My clients are often trying to improve EMS availability in case of a disaster or simple software error. Not because EMS itself is unstable, but mostly to manage risk related to MOM RollOver(or FT), HA and DR. TIBCO does provides guidelines on the subject, but not precise recommendation on the combination of OS and distributed FS to use. Additionally, TIBCO experts usually push for file stores over DB stores. They state that DB stores should not be considered for performance reasons, even if it strikes me as the simplest possible FT setup.

Many clients are then encouraged to create a software or hardware filesharing system to allow multi-site FT. This article describe how to implement such a solution FOR TEST PURPOSES using a FREE SOFTWARE distributed filesystem (NFS4 on CentOS 6). The other popular option is to go with specialized HARDWARE SAN solutions. For budget consideration, I wonder if I could create a performing enough setup without going in that expensive direction.

According to the official EMS documentation, the requirements for a distributed EMS Fault tolerance back-end file system are:

  • Write Order
  • Synchronous Write Persistence
  • Distributed File Locking
  • Unique Write Ownership

Would CentosOS 6+ NFS4 complies to all these rules ? I honestly don’t know. TIBCO does not provide a precise list of free/software or hardware storage solutions that precisely follow these guidelines. They point out that NFS4 could in some instance comply if all of the above principles are respected.

DISCLAIMER : If TIBCO cannot certify a OS/FS pairing for EMS FT, I certainly can’t either. PLEASE CONSIDER THE FOLLOWING HOW-TO AS A SUGGESTION OF TESTING CONFIGURATION. PLEASE DO NOT APPLY THIS SOLUTION IN A PRODUCTION ENVIRONMENT WITHOUT PROPER TESTING.

Side-line editorial : I believe the future is full of easily distributed MOMs, and that this kind of difficult setup will disappear over time. Currently, some MOM (IBM MQ, Rabbit MQ)don’t make FT  that hard to implement (but do not support WAN connections). In contrast, some MOM FT setup are similar to EMS (Active MQ)

To summarize, I aim to create something like this:

EMS FT goal
Latency will be introduced for testing purposes

NFS4 setup

As written above, start by go through my CentOS/EMS how-to and my CentOS firewall how-to.

Then, I suggest following up an article like this one from cyberciti.biz to setup NF4 and this one from digitalocean.com.

On my VM image, here is what it looked like:

yum install nfs-utils nfs4-acl-tools portmap
yum  - all packages are there !
It seems my CentOS 6 VM already had all these

Ok, nothing to do then… moving along to the stores sharing.
Let’s edit /etc/exports and add this:

vim /etc/exports

#add this line, to allow all host in the VirtualBox subnet (assuming you address is in 10.0.2.*, like mine)
/opt/cfgtibco/tibco/cfgmgmt/ems 10.0.2.0/24(rw,sync,no_root_squash)

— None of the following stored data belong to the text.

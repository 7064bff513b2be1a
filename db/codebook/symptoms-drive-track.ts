import type { SymptomItem } from '@/lib/model/code-book'
import { HARD_LOAD, KEY_OUT, ON_STAND, PINCH_TRACK } from './cautions-drive'
import { SLED } from './gates-drive'
import { OWN_WORDS } from './sources'

/** The complaint only snowmobiles have. */
export const TRACK_SYMPTOMS: SymptomItem[] = [
  {
    kind: 'symptom',
    id: 'trackOff',
    name: 'Track off, frozen or will not turn',
    gate: SLED,
    riderWords: [
      'track frozen',
      'track is stuck',
      'track will not turn',
      'frozen to the ground',
      'track came off',
      'track jumped',
      'track off the wheels',
      'track rubs',
      'track is crooked',
      'track torn',
      'track ripped',
      'thumping under the seat',
      'squeals underneath',
      'grinds in the tunnel',
      'smells of hot plastic',
      'slides gone',
      'lost a wheel from the suspension',
      'stick in the track',
      'belt smokes and it does not move',
      'sits low at the back',
    ],
    conditions: [
      {
        id: 'parkedInFrost',
        name: 'After standing in frost or slush',
        tells: {
          of100: { trackFrozen: 92, parkBrakeDragging: 36, caliperSeized: 10 },
          otherwise: 5,
        },
      },
      {
        id: 'stoppedDead',
        name: 'Stopped dead while riding',
        tells: {
          of100: {
            trackJammed: 80,
            trackOffIdlers: 46,
            driveBearingFailed: 36,
            skidBroken: 40,
            idlerWheelLost: 20,
            trackTorn: 26,
            chainCaseFailed: 42,
          },
          otherwise: 4,
        },
      },
      {
        id: 'thumpsOrRatchets',
        name: 'Thumps, ratchets or rubs with speed',
        tells: {
          of100: {
            trackTorn: 80,
            trackOffIdlers: 72,
            idlerWheelLost: 46,
            skidBroken: 36,
            chainCaseFailed: 40,
            driveBearingFailed: 20,
          },
          otherwise: 4,
        },
      },
      {
        id: 'squealsGrowls',
        name: 'Squeals or growls low in the tunnel',
        tells: {
          of100: {
            driveBearingFailed: 76,
            idlerWheelLost: 52,
            slidesMelted: 26,
            chainCaseFailed: 30,
          },
          otherwise: 5,
        },
      },
      {
        id: 'hotPlastic',
        name: 'Smell of hot plastic, slow on ice or hard snow',
        tells: {
          of100: { slidesMelted: 86, parkBrakeDragging: 12, driveBearingFailed: 12 },
          otherwise: 3,
        },
      },
      {
        id: 'hotBrakeSmell',
        name: 'Smell of hot brake, brake lamp on',
        tells: { of100: { parkBrakeDragging: 76, caliperSeized: 62 }, otherwise: 3 },
      },
      {
        id: 'afterLanding',
        name: 'After a hard landing, a stump or rocks',
        tells: {
          of100: {
            skidBroken: 82,
            idlerWheelLost: 46,
            trackOffIdlers: 42,
            trackTorn: 36,
            trackJammed: 26,
          },
          otherwise: 4,
        },
      },
      {
        id: 'crooked',
        name: 'Track stands to one side or hangs',
        tells: {
          of100: { trackOffIdlers: 86, skidBroken: 46, idlerWheelLost: 40, trackTorn: 16 },
          otherwise: 3,
        },
      },
    ],
    opens: 'suspects',
    engine: 'runs',
    cautions: [KEY_OUT, PINCH_TRACK, HARD_LOAD, ON_STAND],
    firstLook: ['iceLook', 'trackLook', 'slideLook', 'parkBrakeLook'],
    twoWrongOf100: 10,
    source: `${OWN_WORDS}; two wrong in 10 of 100: a lost wheel and a track off (guess)`,
  },
]
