import type { SetupItem } from '@/lib/model/code-book'
import { type SetupRow, setups } from './setups'

const ROWS: readonly SetupRow[] = [
  ['throttleHousingOpen', 'Throttle housing open', 4, [], true],
  ['recoilOff', 'Recoil starter off', 8, ['sidePanelOff'], true],
  ['kickSideOpen', 'Kick side cover off', 25, ['engineCool'], true],
  ['skidPlateOff', 'Skid plate off', 10, [], false],
  ['oilGaugeIn', 'Oil gauge in the switch port', 9, ['sidePanelOff'], true],
  ['exhaustPipeOff', 'Exhaust pipe off', 14, ['engineCool'], true],
  ['engineCool', 'Engine cool enough to touch', 15, [], false],
]

/** What this chapter opens or waits for, beyond the first set-ups. */
export const MISHAP_SETUPS: SetupItem[] = setups(ROWS)
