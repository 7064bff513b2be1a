import { type Actor, actor } from '@/lib/model/person'
import type { ShopLine } from '@/lib/ports/shop-line'

/** Who is signed in, or null: nobody, or the shop cannot be asked. */
export async function readActor(line: ShopLine): Promise<Actor | null> {
  const answer = await line.getJson('/api/me')
  if (!answer.ok) return null
  const { actor: who } = answer.value as { actor?: unknown }
  const read = actor.safeParse(who ?? answer.value)
  return read.success ? read.data : null
}
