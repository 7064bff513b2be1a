'use client'

import { useState } from 'react'
import { announce } from '@/components/ui/announce'
import { Key } from '@/components/ui/key'
import { RuleEdge } from '@/components/ui/rule-edge'
import { browserFileLine, type FileLine, type FileRefusal } from '@/lib/ports/file-line'
import { type ImportAnswer, importAnswer } from '@/lib/sync/protocol/unsent-file'
import { clockTime, dayOf, size } from '../../field/times'
import { useDesk } from '../desk-context'
import { ImportList } from './import-list'
import { summaryOf } from './import-words'

const PATH = '/api/desk/import'
const TROUBLE: Record<string, string> = {
  noConnection: 'No connection to the shop. Nothing was taken.',
  serverTrouble: 'The shop’s server did not answer as it should. Look again in a moment.',
  signIn: 'You are signed out. Sign in again, then choose the file once more.',
}
/** What may not write any more goes to the owner instead of into a job (IM4). */
const ASIDE = {
  deviceRevoked:
    'The phone that made it was taken out. Nothing in it touches a job before the owner accepts it, under Phones.',
  membershipEnded:
    'The person whose work it is left the shop. Nothing in it touches a job before the owner accepts it, under Phones.',
} as const

/** Takes in the file of a phone that could not send: choose it, look at what is in it, take it in. */
export function ImportDesk({ line = browserFileLine }: { line?: FileLine }) {
  const file = useFile(line)
  return (
    <main
      id="desk-main"
      tabIndex={-1}
      className="desk-page grid max-w-180 grid-cols-[minmax(0,1fr)] gap-4"
    >
      <h1 className="caps text-figure">Take in a phone’s file</h1>
      <p>
        A phone that cannot send makes a file of its unsent work: on the phone, open the list of
        unsent work and press Hand over by file. What the shop has already is not taken twice.
      </p>
      <label className="grid gap-2 font-bold">
        The file
        <input
          type="file"
          accept="application/json,.json"
          disabled={file.busy}
          className="min-h-14 w-full min-w-0 border-2 border-ink bg-well p-3"
          onChange={(event) => file.choose(event.target.files?.[0] ?? null)}
        />
      </label>
      <p role="alert" className="font-bold text-nogo empty:hidden">
        {file.refusal}
      </p>
      {file.list === null ? null : <Found list={file.list} busy={file.busy} take={file.take} />}
    </main>
  )
}

function Found({ list, busy, take }: { list: ImportAnswer; busy: boolean; take: () => void }) {
  const { shop } = useDesk()
  const bytes = list.photos.reduce((sum, photo) => sum + photo.bytes, 0)
  return (
    <section className="grid gap-3">
      <RuleEdge>{list.applied ? 'Done' : 'In the file'}</RuleEdge>
      <p>
        From <b>{list.person.name ?? 'a person without a name here'}</b>, made{' '}
        {dayOf(list.madeAt, shop.zone)} at{' '}
        <b className="figures">{clockTime(list.madeAt, shop.zone)}</b>
        {bytes > 0 ? `, with ${size(bytes)} of photos and voice notes` : ''}.
      </p>
      {list.quarantine === null ? null : <p>{ASIDE[list.quarantine]}</p>}
      <p role="status" className="text-row font-bold">
        {summaryOf(list)}
      </p>
      <ImportList list={list} zone={shop.zone} />
      {list.applied ? null : (
        <Key kind="main" disabled={busy} onClick={take}>
          {list.quarantine === null ? 'Take it in' : 'Set it aside'}
        </Key>
      )}
    </section>
  )
}

function useFile(line: FileLine) {
  const [file, setFile] = useState<File | null>(null)
  const [list, setList] = useState<ImportAnswer | null>(null)
  const [refusal, setRefusal] = useState<string | null>(null)
  const [busy, setBusy] = useState(false)
  async function send(which: File, path: string) {
    setBusy(true)
    const answer = await line.post(path, which)
    setBusy(false)
    const read = answer.ok ? importAnswer.safeParse(answer.value) : null
    setList(read?.data ?? null)
    const words = answer.ok
      ? read?.success === true
        ? null
        : TROUBLE.serverTrouble
      : sentence(answer.problem)
    setRefusal(words ?? null)
    if (read?.success === true) announce(summaryOf(read.data))
  }
  const failed = () => setRefusal('That did not work. Nothing is sure; look again in a moment.')
  return {
    list,
    refusal,
    busy,
    choose: (chosen: File | null) => {
      setFile(chosen)
      setList(null)
      setRefusal(null)
      if (chosen !== null) send(chosen, PATH).catch(failed)
    },
    take: () => {
      if (file !== null) send(file, `${PATH}?do=take`).catch(failed)
    },
  }
}

const sentence = ({ kind, title }: FileRefusal): string =>
  TROUBLE[kind] ?? title ?? 'The file was not taken.'
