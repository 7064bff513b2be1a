import type { Gate } from '@/lib/model/features'

/** The groups of machines this chapter speaks of. */
export const WITH_BATTERY: Gate = { battery: ['yes'] }
/** Coolant in it, whatever takes the heat away. */
export const COOLANT: Gate = { cooling: ['liquid', 'snow'] }
export const RADIATOR: Gate = { cooling: ['liquid'] }
/** A radiator with an electric fan. */
export const RADIATOR_FAN: Gate = { cooling: ['liquid'], battery: ['yes'] }
export const SNOW: Gate = { cooling: ['snow'] }
export const AIR: Gate = { cooling: ['air'] }
/** A snowmobile cooled by a belt-driven fan. */
export const FAN_SLED: Gate = { cooling: ['air'], kind: ['snowmobile'] }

Turn on the relevant services:

chkconfig nfs on 
service rpcbind start
service nfs start

NFS service starts

Just to be on the safe side, I explicitly disable NFS2 and NFS3 like mentioned here. In file /etc/sysconfig/nfs, I added (uncommented):

MOUNTD_NFS_V2="no"
MOUNTD_NFS_V3="no"
RPCNFSDARGS="-N 2 -N 3"

…and restarted

Firewall and VirtualBox ports updates

Now, let’s open the pertinent ports. If you refer to my firewall how-to, you know I use the iptables-restore command. to load my config. Edit the /root/iptables-save.txt, and add a line like this one:

-A INPUT -p tcp -m tcp --dport 2049 -j ACCEPT

Then, we validate and save:

iptables-restore < /root/iptables-save.txt
iptables -L
/sbin/service iptables save

EMS primary instance setup

The “Primary” machine is almost ready… the EMS server is still working (just start it to validate), and it is using the file stores locally, without NFS. We must modify the configuration slightly to allow the “Secondary” machine to share the JSON configuration file.

Note : This is really the big revolution of the new EMS configuration file format (JSON), in the past, each machine in the cluster had an almost identical “tibemsd.conf” system of files (some could be shared, but usually not the main one)… This made no sense since the vast majority of the data was the same for every machine in the cluster. Now the configuration file is shared, and includes slight difference when using FT. (EMS user guide, “Configuring Fault Tolerance in Central Administration”, page 539)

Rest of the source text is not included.